For the word "distinct", count the lines in the records below that include it and give only that number.

##### Provided information

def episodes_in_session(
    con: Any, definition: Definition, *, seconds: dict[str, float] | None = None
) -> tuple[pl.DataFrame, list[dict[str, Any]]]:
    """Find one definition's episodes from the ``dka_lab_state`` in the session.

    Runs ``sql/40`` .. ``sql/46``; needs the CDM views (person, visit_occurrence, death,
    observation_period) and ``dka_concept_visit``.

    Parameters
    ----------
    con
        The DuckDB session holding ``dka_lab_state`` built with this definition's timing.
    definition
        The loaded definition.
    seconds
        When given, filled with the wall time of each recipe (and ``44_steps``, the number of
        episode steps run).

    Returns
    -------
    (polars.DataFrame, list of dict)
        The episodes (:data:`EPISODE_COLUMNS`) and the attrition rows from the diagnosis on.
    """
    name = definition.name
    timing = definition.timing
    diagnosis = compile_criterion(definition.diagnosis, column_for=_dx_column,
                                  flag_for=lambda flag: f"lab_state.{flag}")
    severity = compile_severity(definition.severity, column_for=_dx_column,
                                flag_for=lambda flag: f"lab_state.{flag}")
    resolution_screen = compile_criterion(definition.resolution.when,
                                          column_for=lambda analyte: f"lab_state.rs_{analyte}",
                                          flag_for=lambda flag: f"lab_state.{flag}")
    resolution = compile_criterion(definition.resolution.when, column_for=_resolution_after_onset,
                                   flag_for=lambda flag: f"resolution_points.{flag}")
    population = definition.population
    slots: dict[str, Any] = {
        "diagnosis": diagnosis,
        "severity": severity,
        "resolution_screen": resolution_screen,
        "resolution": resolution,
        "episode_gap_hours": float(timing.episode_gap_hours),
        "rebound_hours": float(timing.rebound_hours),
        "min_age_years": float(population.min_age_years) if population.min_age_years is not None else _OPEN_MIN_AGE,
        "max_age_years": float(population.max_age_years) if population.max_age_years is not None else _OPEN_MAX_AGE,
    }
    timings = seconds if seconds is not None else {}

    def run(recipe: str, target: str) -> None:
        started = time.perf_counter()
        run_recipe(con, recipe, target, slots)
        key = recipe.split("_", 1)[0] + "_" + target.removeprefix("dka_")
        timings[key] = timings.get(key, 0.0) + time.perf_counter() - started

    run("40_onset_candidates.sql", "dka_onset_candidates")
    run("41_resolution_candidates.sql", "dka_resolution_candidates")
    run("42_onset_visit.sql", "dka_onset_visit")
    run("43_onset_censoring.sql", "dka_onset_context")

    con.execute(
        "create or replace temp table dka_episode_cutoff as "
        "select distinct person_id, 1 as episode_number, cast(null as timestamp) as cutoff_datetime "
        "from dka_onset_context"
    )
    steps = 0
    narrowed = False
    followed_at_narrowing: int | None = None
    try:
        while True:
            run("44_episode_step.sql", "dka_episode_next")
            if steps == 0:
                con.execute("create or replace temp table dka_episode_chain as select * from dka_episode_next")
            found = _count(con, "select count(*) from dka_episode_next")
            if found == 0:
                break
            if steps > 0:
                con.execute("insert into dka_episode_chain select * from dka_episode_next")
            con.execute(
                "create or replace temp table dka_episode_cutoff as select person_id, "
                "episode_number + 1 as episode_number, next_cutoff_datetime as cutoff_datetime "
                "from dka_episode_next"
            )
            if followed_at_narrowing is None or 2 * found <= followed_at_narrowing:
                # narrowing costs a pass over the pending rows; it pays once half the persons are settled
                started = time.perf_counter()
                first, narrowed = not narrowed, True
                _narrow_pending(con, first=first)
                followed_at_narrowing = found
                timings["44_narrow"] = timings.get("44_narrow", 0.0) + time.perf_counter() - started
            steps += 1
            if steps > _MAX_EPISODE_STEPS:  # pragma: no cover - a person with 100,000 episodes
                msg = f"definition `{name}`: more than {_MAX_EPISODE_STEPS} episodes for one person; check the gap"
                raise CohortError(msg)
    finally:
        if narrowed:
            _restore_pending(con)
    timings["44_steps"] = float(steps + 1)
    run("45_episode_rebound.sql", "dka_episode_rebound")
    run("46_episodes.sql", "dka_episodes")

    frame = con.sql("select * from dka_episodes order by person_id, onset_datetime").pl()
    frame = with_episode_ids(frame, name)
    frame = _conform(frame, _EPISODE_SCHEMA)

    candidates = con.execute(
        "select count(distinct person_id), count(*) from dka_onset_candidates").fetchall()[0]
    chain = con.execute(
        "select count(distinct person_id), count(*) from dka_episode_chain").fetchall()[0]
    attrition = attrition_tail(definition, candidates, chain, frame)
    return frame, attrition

##########

The completed task: 3